Your new boy is looking so grown up already, I can't believe it..Where has the time gone?


----------



## RiverRun (Jun 29, 2011)

I cant believe it either! I looked at pictures of him a few weeks ago at the lake and he still had all his baby molars! Now, he doesn't have any baby teeth left! It's like he turned into a grown dog overnight on me!


----------



## lauren43 (Feb 6, 2011)

He is to die for. I am not going to lie him and your Chihuahua are my favorites!! Are you "doing" anything with him? LOL I see dogs like him and I think active--needs job..Any dog sports in his future?


----------



## RiverRun (Jun 29, 2011)

Maybe some low-key agility.

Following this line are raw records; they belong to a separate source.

impl Microstates {
    /// Checks and enumerates the system, splitting coupled groups past
    /// [`MAX_CLUSTER_SITES`].
    ///
    /// # Reference
    ///
    /// The site-binding model with pairwise interactions and the binding-polynomial
    /// definition of macroscopic constants, as in Borkovec and Koper (Anal. Chem. 2000, 72,
    /// 3272) and Ullmann (J. Phys. Chem. B 2003, 107, 1263); both from memory. See the crate
    /// docs for the weight formula.
    pub fn new(system: &System) -> Result<Self, SpeciationError> {
        Self::with_max_cluster(system, MAX_CLUSTER_SITES)
    }

    /// As [`Microstates::new`] with another limit on exactly enumerated groups (clamped to
    /// 1..=24), e.g. to measure what the approximation costs in accuracy.
    pub fn with_max_cluster(system: &System, max_cluster: usize) -> Result<Self, SpeciationError> {
        validate(system)?;
        let cap = max_cluster.clamp(1, 24);
        let n = system.sites.len();
        let part = partition(&system.interaction, n, cap);
        let mut groups = Vec::with_capacity(part.groups.len());
        for sites in &part.groups {
            let m = sites.len();
            let mut w = vec![0.0; m * m];
            if !system.interaction.is_empty() {
                for (a, &i) in sites.iter().enumerate() {
                    for (b, &j) in sites.iter().enumerate() {
                        w[a * m + b] = system.interaction[i][j];
                    }
                }
            }
            let kinds: Vec<Kind> = sites.iter().map(|&i| system.sites[i].kind).collect();
            let pka: Vec<f64> = sites.iter().map(|&i| system.sites[i].pka).collect();
            let field = kinds
                .iter()
                .zip(&pka)
                .map(|(k, &p)| match k {
                    Kind::Acid => -p,
                    Kind::Base => 0.0,
                })
                .collect();
            let bases = kinds.iter().filter(|&&k| k == Kind::Base).count();
            groups.push(Group {
                sites: sites.clone(),
                kinds,
                field,
                w,
                bases,
                pka,
            });
        }
        let tables: Vec<Table> = groups.iter().map(|g| g.enumerate(MAX_SPECIES)).collect();
        let mut log_g = vec![0.0];
        for t in &tables {
            log_g = logsum::convolve(&log_g, &t.log_g);
        }
        let mut macro_pka: Vec<f64> = log_g.windows(2).map(|p| p[0] - p[1]).collect();
        let ordered = macro_pka.windows(2).all(|p| p[0] <= p[1]);
        macro_pka.sort_by(f64::total_cmp);
        let mut method = if part.dropped == 0 {
            "exact".to_string()
        } else {
            let mut sizes: Vec<usize> = part.groups.iter().map(Vec::len).collect();
            sizes.sort_unstable_by(|a, b| b.cmp(a));
            let sizes: Vec<String> = sizes.iter().map(usize::to_string).collect();
            format!(
                "clusters of {} sites: exact within, independent across ({} couplings ignored, largest |w| {:.3} pK)",
                sizes.join("+"),
                part.dropped,
                part.dropped_max
            )
        };
        if !ordered {
            // Cooperative couplings can invert stepwise constants (see Ullmann 2003); the
            // contract is an ascending list, so say that it was reordered.
            method.push_str("; stepwise constants not in order (cooperative coupling), sorted");
        }
        let bases = groups.iter().map(|g| g.bases).sum();
        let mut states = Self {
            n,
            base_charge: system.base_charge,
            bases,
            groups,
            tables,
            log_g,
            macro_pka,
            isoelectric_point: None,
            method,
        };
        states.isoelectric_point = states.find_isoelectric_point();
        Ok(states)
    }

    /// Number of sites.
    pub fn len(&self) -> usize {
        self.n
    }

    /// Whether there are no sites.
    pub fn is_empty(&self) -> bool {
        self.n == 0
    }

    /// Macroscopic constants, ascending.
    pub fn macro_pka(&self) -> &[f64] {
        &self.macro_pka
    }

    /// How the system is evaluated (`exact`, or the approximation used).
    pub fn method(&self) -> &str {
        &self.method
    }

    /// Isoelectric point in [`PI_RANGE`], if the mean charge crosses zero there.
    pub fn isoelectric_point(&self) -> Option<f64> {
        self.isoelectric_point
    }

    /// Mean number of protons lost relative to fully protonated, at `ph`.
    fn mean_lost(&self, ph: f64) -> f64 {
        let terms = self
            .log_g
            .iter()
            .enumerate()
            .map(|(p, &g)| g + p as f64 * ph);
        let log_z = logsum::sum(terms.clone());
        // The p = 0 term adds an exact zero (its weight is finite): skipping it leaves the
        // sum bit for bit the same and saves one exponential per evaluation, which the
        // isoelectric-point bisection repeats some fifty times.
        terms
            .enumerate()
            .skip(1)
            .map(|(p, t)| p as f64 * exp10(t - log_z))
            .sum()
    }

    /// Mean net charge at `ph` (NaN when `ph` is not finite).
    pub fn charge(&self, ph: f64) -> f64 {
        if self.n == 0 {
            return f64::from(self.base_charge);
        }
        f64::from(self.base_charge) + self.bases as f64 - self.mean_lost(ph)
    }

    fn find_isoelectric_point(&self) -> Option<f64> {
        /// A mean charge this close to 0 at an end of the range is neutral, not a sign.
        const PI_CHARGE_TOLERANCE: f64 = 1e-9;
        if self.n == 0 {
            return None;
        }
        let (mut lo, mut hi) = PI_RANGE;
        let quick = QuickCharge::new(self);
        // `y = 10^(pH - 7)` at the two ends: the midpoint's is their geometric mean, one
        // square root instead of a power of ten per step (see `QuickCharge`).
        let (mut y_lo, mut y_hi) = match &quick {
            Some(_) => (QuickCharge::y(lo), QuickCharge::y(hi)),
            None => (f64::NAN, f64::NAN),
        };
        // The charge must really change sign across the range. A molecule that is only
        // basic tends to charge 0 at high pH without crossing it, and rounding in the
        // proton count can leave its charge at -1e-16 there: that is no isoelectric point.
        let q = quick.as_ref();
        if !(self.compare_charge(q, lo, y_lo, PI_CHARGE_TOLERANCE) == Some(Ordering::Greater)
            && self.compare_charge(q, hi, y_hi, -PI_CHARGE_TOLERANCE) == Some(Ordering::Less))
        {
            return None;
        }
        // The mean charge falls strictly with pH (its slope is -ln10 times the variance of
        // the proton count), so bisection on the sign converges to the one root.
        for _ in 0..200 {
            let mid = 0.5 * (lo + hi);
            if mid <= lo || mid >= hi {
                break;
            }
            let y = (y_lo * y_hi).sqrt();
            let sign = match q {
                // A quick charge within its margin of 0 is a charge within 2e-9 of 0 at
                // most (some 2e-11 for a typical molecule): this pH is the isoelectric
                // point to far better than any constant behind it. Bisecting on in the
                // exact charge took about 12 more steps, each costing some 2n + 1
                // exponentials, only to place the root of a curve whose own rounding is
                // of that order (callgrind over 2,000 MOSES molecules: about 15M
                // instructions, 4 % of a run).
                Some(quick) => match quick.compare(y, 0.0) {
                    Some(sign) => sign,
                    None => return Some(mid),
                },
                None => self.charge(mid).partial_cmp(&0.0).unwrap_or(Ordering::Less),
            };
            if sign == Ordering::Greater {
                lo = mid;
                y_lo = y;
            } else {
                hi = mid;
                y_hi = y;
            }
            if hi - lo < 1e-12 {
                break;
            }
        }
        Some(0.5 * (lo + hi))
    }

    /// How [`Microstates::charge`] at `ph` compares with `threshold`, `y` being
    /// `10^(ph - 7)` for the quick charge. The quick value decides only where it is far
    /// enough from `threshold` that `charge` must compare the same way; nearer, `charge`
    /// itself decides, so the answer is always the one `charge` gives.
    fn compare_charge(
        &self,
        quick: Option<&QuickCharge>,
        ph: f64,
        y: f64,
        threshold: f64,
    ) -> Option<Ordering> {
        quick
            .and_then(|q| q.compare(y, threshold))
            .or_else(|| self.charge(ph).partial_cmp(&threshold))
    }

    /// log10 of each group's partition function at `ph`.
    fn group_log_z(&self, ph: f64) -> Vec<f64> {
        self.tables
            .iter()
            .map(|t| logsum::sum(t.log_g.iter().enumerate().map(|(p, &g)| g + p as f64 * ph)))
            .collect()
    }

    /// The `keep` most abundant microstates at `ph` with log10 fraction at least `cut`
    /// (always at least the most abundant one), as (log10 fraction, mask per group).
    fn top_states(&self, ph: f64, keep: usize, cut: f64) -> Vec<(f64, Vec<u32>)> {
        let log_z = self.group_log_z(ph);
        // Partial states over the groups seen so far, stored as back-pointers (index of the
        // partial one level up, mask of this group) so that extending one costs O(1).
        let mut levels: Vec<Vec<(usize, u32)>> = Vec::with_capacity(self.groups.len());
        let mut current: Vec<(f64, usize)> = vec![(0.0, 0)];
        for (t, &lz) in self.tables.iter().zip(&log_z) {
            let own = ranked_candidates(t, ph, lz, keep);
            let mut next: Vec<(f64, usize, u32)> = Vec::with_capacity(current.len() * own.len());
            for &(f, idx) in &current {
                for &(g, mask) in &own {
                    next.push((f + g, idx, mask));
                }
            }
            // Any of the `keep` best full states restricts to one of the `keep` best over
            // the groups seen so far, and a fraction only shrinks as groups are multiplied
            // in, so pruning on rank and on `cut` here loses none of the states returned.
            next.sort_by(|a, b| b.0.total_cmp(&a.0).then(a.1.cmp(&b.1)).then(a.2.cmp(&b.2)));
            next.truncate(kept_count(next.iter().map(|x| x.0), keep, cut));
            current = next
                .iter()
                .enumerate()
                .map(|(i, &(f, _, _))| (f, i))
                .collect();
            levels.push(
                next.into_iter()
                    .map(|(_, parent, mask)| (parent, mask))
                    .collect(),
            );
        }
        current
            .into_iter()
            .map(|(f, mut idx)| {
                let mut masks = vec![0u32; levels.len()];
                for (g, level) in levels.iter().enumerate().rev() {
                    let (parent, mask) = level[idx];
                    masks[g] = mask;
                    idx = parent;
                }
                (f, masks)
            })
            .collect()
    }

    /// [`Microstates::top_states`] for a system of one group (most are): the same steps
    /// on the same numbers, without the lists that combine groups.
    fn one_group_top_states(&self, ph: f64, keep: usize, cut: f64) -> Vec<(f64, u32)> {
        let t = &self.tables[0];
        let lz = logsum::sum(t.log_g.iter().enumerate().map(|(p, &g)| g + p as f64 * ph));
        let mut own = ranked_candidates(t, ph, lz, keep);
        // As `top_states` adds each to the empty state's 0 (which makes -0 into +0) and
        // sorts again.
        for x in &mut own {
            x.0 += 0.0;
        }
        own.sort_by(|a, b| b.0.total_cmp(&a.0).then(a.1.cmp(&b.1)));
        own.truncate(kept_count(own.iter().map(|x| x.0), keep, cut));
        own
    }

    fn species_from_masks(&self, masks: &[u32], log_fraction: f64) -> Microspecies {
        let mut charged = vec![false; self.n];
        let mut charge = self.base_charge;
        for (g, &mask) in self.groups.iter().zip(masks) {
            for (local, &site) in g.sites.iter().enumerate() {
                charged[site] = mask >> local & 1 == 1;
            }
            charge += g.charge(mask);
        }
        Microspecies {
            charged,
            charge,
            fraction: exp10(log_fraction),
        }
    }

    /// Microspecies at `ph` as listed in [`Speciation::species`].
    pub fn species(&self, ph: f64) -> Vec<Microspecies> {
        let mut out: Vec<Microspecies> = if self.tables.len() == 1 {
            self.one_group_top_states(ph, MAX_SPECIES, MIN_FRACTION.log10())
                .iter()
                .map(|&(f, mask)| self.species_from_masks(std::slice::from_ref(&mask), f))
                .collect()
        } else {
            self.top_states(ph, MAX_SPECIES, MIN_FRACTION.log10())
                .iter()
                .map(|(f, masks)| self.species_from_masks(masks, *f))
                .collect()
        };
        // Equal fractions (symmetry-equivalent microstates) list in site order.
        out.sort_by(|a, b| {
            b.fraction
                .total_cmp(&a.fraction)
                .then_with(|| b.charged.cmp(&a.charged))
        });
        out
    }

    /// Fraction at `ph` of the microstate with these charged sites (0 when the list does not
    /// have one entry per site).
    pub fn fraction(&self, charged: &[bool], ph: f64) -> f64 {
        if charged.len() != self.n {
            return 0.0;
        }
        let log_z = self.group_log_z(ph);
        let mut lf = 0.0;
        for (g, lz) in self.groups.iter().zip(log_z) {
            let mut mask = 0u32;
            for (local, &site) in g.sites.iter().enumerate() {
                if charged[site] {
                    mask |= 1 << local;
                }
            }
            lf += g.state_log_weight(mask) + g.lost(mask) as f64 * ph - lz;
        }
        exp10(lf)
    }

    /// [`Microstates::speciation`] of a system used once: its constants and method are
    /// handed over rather than copied.
    pub(crate) fn into_speciation(self, ph: f64) -> Result<Speciation, SpeciationError> {
        check_ph(ph)?;
        let charge_at_ph = self.charge(ph);
        let species = self.species(ph);
        Ok(Speciation {
            macro_pka: self.macro_pka,
            ph,
            charge_at_ph,
            species,
            isoelectric_point: self.isoelectric_point,
            method: self.method,
        })
    }

    /// The full result at `ph`.
    pub fn speciation(&self, ph: f64) -> Result<Speciation, SpeciationError> {
        check_ph(ph)?;
        Ok(Speciation {
            macro_pka: self.macro_pka.clone(),
            ph,
            charge_at_ph: self.charge(ph),
            species: self.species(ph),
            isoelectric_point: self.isoelectric_point,
            method: self.method.clone(),
        })
    }
}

I have big time restraints with my job right now, but I plan on getting some agility equipment built in my backyard soon. I will see how he does and go from there. He is a spring with an abundance of energy! He will mainly be my hiking/traveling dog though. Not sure if I will ever have the time to actually compete in anything. 
I am planning on training my chihuahua on agility too  she is so spunky.


----------



## DaneMama (Jun 27, 2008)

Great photos!


----------



## naturalfeddogs (Jan 6, 2011)

Gosh those are so good! I can't wait to get a new camera one day.


----------



## lauren43 (Feb 6, 2011)

I only ask cause I'm sure he gives you a run for your money!!


----------



## RiverRun (Jun 29, 2011)

lauren43 said:


> I only ask cause I'm sure he gives you a run for your money!!


that he does...and not only me, he does the same with the other dogs in the house! haha.


----------



## xchairity_casex (Oct 8, 2011)

Beautiful photos!


----------



## NutroGeoff (May 15, 2013)

That's really a good looking bunch! Looks like they are happy and having so much fun!


----------